*Assignment*
The answer must consist of each line below that contains the word "where", copied in full.

*Recorded data*

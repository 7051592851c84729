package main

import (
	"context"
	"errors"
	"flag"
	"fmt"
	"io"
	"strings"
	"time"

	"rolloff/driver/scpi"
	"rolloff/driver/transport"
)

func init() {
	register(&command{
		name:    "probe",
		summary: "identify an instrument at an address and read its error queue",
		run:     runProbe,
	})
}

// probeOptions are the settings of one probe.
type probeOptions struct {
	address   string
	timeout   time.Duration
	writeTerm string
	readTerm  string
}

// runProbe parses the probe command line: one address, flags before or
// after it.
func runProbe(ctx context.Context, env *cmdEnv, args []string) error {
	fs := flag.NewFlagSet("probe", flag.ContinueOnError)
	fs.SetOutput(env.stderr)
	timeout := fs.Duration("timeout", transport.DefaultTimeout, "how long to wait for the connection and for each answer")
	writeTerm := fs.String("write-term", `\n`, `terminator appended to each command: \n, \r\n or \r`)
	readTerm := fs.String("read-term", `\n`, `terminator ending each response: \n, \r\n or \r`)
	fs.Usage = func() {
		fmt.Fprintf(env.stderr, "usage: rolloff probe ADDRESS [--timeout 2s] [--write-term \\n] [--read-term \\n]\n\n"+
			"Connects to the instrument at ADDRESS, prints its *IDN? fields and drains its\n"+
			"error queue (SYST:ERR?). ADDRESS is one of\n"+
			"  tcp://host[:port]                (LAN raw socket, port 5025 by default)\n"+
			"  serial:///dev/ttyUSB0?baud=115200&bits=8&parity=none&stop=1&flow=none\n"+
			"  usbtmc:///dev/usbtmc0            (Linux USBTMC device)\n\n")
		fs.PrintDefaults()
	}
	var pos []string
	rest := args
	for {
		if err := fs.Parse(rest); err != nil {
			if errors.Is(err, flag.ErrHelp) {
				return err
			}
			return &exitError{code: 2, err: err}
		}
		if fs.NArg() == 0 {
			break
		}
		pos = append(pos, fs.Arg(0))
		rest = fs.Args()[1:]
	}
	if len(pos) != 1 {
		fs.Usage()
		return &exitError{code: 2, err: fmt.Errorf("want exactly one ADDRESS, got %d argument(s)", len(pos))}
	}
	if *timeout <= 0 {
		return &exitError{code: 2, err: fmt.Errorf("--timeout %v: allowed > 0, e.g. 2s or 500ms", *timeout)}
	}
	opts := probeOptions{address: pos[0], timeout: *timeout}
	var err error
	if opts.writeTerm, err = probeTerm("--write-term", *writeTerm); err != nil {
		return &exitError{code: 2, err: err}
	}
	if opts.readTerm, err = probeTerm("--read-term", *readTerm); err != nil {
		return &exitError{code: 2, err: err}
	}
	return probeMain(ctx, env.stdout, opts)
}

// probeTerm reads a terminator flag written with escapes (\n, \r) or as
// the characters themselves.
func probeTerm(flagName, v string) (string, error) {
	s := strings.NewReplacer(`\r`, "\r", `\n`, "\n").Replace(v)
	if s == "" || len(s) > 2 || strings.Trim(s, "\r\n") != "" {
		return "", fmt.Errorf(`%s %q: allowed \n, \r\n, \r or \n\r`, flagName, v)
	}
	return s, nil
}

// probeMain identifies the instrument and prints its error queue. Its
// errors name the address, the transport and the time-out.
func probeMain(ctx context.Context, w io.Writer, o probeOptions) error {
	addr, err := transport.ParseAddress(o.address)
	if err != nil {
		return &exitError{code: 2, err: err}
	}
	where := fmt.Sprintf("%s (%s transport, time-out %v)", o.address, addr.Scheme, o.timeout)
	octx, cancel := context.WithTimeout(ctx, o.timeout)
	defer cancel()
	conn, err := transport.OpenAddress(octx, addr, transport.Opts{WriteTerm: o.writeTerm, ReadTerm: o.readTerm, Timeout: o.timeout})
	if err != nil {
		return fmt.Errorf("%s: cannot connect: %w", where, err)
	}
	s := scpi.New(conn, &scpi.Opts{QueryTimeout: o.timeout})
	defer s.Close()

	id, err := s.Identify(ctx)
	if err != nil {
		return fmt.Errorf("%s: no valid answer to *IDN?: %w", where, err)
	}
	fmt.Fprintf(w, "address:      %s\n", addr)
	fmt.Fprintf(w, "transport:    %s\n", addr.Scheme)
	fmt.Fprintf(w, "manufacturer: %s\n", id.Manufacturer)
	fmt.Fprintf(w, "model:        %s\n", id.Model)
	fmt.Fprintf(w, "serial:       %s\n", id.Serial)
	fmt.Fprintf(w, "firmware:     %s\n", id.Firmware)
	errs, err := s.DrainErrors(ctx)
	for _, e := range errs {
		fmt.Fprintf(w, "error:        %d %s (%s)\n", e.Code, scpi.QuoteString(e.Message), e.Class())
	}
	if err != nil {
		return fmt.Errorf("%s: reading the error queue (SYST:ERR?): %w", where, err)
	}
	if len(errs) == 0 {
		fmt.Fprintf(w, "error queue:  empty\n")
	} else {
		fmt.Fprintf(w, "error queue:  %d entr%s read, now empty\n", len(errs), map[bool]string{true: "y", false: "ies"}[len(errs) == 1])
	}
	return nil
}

---

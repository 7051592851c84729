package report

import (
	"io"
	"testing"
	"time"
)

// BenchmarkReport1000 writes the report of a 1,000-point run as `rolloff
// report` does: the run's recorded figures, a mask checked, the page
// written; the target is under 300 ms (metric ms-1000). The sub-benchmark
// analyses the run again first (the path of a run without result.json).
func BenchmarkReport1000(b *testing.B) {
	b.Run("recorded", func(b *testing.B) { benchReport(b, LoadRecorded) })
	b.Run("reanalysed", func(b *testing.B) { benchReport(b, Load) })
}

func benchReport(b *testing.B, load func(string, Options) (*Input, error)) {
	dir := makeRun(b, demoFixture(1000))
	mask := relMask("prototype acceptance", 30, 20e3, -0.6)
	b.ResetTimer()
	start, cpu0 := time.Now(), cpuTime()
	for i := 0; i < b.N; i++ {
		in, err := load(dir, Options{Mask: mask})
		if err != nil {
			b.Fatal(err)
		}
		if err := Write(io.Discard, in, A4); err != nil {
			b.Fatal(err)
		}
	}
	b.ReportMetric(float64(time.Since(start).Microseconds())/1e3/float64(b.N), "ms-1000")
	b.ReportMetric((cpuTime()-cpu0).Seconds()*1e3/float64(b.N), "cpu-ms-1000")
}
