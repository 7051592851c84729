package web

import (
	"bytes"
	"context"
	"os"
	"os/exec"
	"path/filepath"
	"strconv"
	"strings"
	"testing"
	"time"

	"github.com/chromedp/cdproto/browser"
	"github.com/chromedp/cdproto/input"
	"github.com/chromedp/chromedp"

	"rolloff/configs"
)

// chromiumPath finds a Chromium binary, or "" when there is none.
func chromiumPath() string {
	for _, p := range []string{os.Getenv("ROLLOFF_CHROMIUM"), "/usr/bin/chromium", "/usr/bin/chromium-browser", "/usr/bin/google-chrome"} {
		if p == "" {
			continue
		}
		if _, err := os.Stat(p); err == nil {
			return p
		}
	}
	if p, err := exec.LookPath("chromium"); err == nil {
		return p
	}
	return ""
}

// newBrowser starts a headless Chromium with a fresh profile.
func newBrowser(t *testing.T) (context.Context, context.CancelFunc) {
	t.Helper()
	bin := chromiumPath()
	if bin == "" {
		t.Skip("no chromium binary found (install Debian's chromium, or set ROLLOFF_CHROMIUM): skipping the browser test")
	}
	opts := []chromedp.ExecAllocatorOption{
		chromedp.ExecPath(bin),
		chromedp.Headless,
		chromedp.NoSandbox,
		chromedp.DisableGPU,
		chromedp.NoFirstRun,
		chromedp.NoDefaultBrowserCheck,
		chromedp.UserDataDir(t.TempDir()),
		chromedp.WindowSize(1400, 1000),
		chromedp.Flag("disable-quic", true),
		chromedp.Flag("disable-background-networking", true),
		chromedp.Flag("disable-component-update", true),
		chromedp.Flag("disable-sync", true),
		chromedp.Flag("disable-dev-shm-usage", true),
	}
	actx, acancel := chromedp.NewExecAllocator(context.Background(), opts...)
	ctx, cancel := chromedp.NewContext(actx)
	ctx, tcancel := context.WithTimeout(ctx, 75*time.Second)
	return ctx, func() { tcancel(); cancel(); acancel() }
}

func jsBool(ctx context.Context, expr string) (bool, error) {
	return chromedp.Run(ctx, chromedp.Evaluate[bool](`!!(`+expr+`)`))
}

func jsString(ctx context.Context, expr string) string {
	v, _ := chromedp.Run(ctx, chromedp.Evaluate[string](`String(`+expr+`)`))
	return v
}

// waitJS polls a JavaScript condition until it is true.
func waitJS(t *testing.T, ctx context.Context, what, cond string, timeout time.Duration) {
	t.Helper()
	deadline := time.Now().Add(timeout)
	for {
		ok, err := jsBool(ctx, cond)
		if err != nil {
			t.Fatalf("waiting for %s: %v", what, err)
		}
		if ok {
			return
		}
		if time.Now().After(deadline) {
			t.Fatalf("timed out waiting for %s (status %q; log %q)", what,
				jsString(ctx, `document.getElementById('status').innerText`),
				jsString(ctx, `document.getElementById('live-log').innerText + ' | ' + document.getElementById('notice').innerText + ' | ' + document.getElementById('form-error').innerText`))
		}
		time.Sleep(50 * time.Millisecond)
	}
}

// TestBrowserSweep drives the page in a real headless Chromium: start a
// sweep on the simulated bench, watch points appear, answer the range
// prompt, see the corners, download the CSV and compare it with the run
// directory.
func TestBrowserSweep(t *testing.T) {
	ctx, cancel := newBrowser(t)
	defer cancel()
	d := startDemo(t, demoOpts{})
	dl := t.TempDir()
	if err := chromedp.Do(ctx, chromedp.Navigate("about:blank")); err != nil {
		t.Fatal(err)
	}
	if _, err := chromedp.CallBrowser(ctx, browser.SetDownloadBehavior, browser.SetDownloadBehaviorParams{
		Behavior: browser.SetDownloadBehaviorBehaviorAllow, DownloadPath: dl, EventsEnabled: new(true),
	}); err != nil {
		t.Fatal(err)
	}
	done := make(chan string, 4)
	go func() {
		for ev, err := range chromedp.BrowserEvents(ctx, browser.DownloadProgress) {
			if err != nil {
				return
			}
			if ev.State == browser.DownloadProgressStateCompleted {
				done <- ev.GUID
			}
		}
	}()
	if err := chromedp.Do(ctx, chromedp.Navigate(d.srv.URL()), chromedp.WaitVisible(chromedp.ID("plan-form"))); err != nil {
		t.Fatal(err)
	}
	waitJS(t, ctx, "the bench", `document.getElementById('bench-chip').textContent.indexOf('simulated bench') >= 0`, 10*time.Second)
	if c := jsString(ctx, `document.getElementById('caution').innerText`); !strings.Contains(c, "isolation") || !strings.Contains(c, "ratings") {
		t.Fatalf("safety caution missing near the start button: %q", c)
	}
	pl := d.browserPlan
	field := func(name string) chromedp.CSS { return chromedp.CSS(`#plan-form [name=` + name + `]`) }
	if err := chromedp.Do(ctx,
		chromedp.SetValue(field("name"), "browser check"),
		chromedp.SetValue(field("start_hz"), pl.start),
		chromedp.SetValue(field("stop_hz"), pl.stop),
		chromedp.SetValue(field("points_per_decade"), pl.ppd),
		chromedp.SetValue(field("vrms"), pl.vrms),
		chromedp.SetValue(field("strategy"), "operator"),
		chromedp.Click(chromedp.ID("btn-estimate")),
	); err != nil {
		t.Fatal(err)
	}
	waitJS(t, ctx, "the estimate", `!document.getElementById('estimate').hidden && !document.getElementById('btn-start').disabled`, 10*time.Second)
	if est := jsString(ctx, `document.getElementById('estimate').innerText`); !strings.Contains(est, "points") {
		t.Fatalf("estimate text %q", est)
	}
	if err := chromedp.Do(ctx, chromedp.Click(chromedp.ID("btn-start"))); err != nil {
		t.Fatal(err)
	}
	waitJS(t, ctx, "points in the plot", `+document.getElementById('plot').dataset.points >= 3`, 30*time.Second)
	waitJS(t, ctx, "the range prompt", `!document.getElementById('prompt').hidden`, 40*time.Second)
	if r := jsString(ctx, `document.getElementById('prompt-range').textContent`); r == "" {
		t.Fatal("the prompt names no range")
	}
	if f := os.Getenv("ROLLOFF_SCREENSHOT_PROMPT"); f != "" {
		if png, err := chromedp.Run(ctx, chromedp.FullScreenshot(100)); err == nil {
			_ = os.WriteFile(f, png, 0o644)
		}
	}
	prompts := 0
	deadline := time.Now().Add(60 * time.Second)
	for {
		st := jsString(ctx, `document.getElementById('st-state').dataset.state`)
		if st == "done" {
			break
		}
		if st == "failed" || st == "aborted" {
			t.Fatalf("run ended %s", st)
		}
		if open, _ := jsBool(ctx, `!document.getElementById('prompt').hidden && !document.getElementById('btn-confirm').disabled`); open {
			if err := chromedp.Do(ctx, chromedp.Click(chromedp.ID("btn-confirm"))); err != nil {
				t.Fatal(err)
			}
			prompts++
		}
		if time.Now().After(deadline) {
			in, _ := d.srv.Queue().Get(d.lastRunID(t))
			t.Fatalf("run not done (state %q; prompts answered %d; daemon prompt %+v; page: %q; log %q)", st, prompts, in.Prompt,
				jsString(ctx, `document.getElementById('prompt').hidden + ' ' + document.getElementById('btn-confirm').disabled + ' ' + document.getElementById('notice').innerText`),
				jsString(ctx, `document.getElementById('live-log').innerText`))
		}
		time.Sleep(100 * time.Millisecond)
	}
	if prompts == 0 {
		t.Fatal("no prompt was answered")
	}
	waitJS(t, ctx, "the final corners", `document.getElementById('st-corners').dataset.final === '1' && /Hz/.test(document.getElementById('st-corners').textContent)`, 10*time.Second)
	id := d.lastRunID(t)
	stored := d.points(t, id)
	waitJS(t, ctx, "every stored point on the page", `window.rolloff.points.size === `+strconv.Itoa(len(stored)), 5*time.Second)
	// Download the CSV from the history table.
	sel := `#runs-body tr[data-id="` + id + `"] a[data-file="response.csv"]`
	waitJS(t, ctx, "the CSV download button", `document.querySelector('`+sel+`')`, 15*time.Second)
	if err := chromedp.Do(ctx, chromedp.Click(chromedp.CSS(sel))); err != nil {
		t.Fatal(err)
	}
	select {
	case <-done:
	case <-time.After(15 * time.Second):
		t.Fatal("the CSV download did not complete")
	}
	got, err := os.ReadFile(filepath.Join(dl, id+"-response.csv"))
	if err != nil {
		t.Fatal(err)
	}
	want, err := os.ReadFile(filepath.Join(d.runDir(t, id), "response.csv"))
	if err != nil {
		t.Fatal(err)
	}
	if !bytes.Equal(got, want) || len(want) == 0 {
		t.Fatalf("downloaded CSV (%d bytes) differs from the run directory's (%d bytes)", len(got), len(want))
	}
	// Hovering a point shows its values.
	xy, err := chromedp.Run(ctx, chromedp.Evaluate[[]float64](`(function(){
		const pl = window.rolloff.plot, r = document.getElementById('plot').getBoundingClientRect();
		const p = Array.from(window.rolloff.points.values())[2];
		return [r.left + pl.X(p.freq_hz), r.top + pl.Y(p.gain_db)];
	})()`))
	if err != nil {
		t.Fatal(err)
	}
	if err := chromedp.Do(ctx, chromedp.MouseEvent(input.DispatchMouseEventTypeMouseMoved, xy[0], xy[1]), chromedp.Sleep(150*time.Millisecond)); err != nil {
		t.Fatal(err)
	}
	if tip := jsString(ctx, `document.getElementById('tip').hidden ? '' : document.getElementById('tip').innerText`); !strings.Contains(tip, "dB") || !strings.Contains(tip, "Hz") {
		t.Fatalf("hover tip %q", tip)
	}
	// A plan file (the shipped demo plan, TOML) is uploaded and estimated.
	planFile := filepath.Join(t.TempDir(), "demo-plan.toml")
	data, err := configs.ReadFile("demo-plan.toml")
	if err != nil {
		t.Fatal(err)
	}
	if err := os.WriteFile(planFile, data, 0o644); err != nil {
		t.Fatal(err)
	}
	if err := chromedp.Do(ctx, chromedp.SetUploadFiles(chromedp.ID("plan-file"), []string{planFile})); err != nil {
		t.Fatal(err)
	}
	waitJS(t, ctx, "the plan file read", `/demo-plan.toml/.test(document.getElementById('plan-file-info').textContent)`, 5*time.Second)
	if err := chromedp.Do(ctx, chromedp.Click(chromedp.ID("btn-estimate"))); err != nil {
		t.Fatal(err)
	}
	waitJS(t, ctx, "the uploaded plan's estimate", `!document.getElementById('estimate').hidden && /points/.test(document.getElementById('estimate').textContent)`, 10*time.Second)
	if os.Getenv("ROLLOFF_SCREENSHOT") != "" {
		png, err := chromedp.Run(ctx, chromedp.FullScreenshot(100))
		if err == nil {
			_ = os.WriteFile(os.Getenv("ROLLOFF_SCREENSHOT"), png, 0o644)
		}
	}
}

==

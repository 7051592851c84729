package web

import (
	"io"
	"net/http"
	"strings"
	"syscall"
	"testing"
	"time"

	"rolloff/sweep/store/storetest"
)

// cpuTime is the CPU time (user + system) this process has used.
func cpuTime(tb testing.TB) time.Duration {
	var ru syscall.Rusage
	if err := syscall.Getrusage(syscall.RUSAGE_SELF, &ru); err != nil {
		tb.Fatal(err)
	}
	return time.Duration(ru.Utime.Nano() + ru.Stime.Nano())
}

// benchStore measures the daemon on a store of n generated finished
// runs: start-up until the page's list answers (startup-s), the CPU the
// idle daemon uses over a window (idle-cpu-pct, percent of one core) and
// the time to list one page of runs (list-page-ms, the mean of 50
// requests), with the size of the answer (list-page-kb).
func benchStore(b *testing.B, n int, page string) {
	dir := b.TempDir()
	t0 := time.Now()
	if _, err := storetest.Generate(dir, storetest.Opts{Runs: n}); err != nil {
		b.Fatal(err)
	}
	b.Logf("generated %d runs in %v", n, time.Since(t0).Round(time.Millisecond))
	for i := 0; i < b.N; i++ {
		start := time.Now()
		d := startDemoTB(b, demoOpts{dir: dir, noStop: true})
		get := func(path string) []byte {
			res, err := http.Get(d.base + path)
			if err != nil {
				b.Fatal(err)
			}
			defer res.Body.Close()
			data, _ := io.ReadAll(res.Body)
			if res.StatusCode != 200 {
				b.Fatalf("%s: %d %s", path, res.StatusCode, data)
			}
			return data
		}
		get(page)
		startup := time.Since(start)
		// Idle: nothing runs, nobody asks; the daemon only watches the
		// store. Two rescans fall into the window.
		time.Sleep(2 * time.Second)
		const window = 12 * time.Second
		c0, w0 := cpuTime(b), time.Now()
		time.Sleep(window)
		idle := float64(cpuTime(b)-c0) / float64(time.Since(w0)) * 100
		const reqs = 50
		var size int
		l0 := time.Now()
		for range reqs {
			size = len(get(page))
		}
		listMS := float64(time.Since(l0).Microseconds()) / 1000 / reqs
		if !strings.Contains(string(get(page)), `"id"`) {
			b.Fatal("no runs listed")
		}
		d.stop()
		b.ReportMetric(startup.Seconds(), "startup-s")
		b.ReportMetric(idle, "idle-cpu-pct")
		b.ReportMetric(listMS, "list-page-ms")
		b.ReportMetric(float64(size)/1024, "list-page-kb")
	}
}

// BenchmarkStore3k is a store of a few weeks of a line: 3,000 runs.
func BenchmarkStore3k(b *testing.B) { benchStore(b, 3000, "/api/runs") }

*Exercise answer*
	where := fmt.Sprintf("%s (%s transport, time-out %v)", o.address, addr.Scheme, o.timeout)
		return fmt.Errorf("%s: cannot connect: %w", where, err)
		return fmt.Errorf("%s: no valid answer to *IDN?: %w", where, err)
		return fmt.Errorf("%s: reading the error queue (SYST:ERR?): %w", where, err)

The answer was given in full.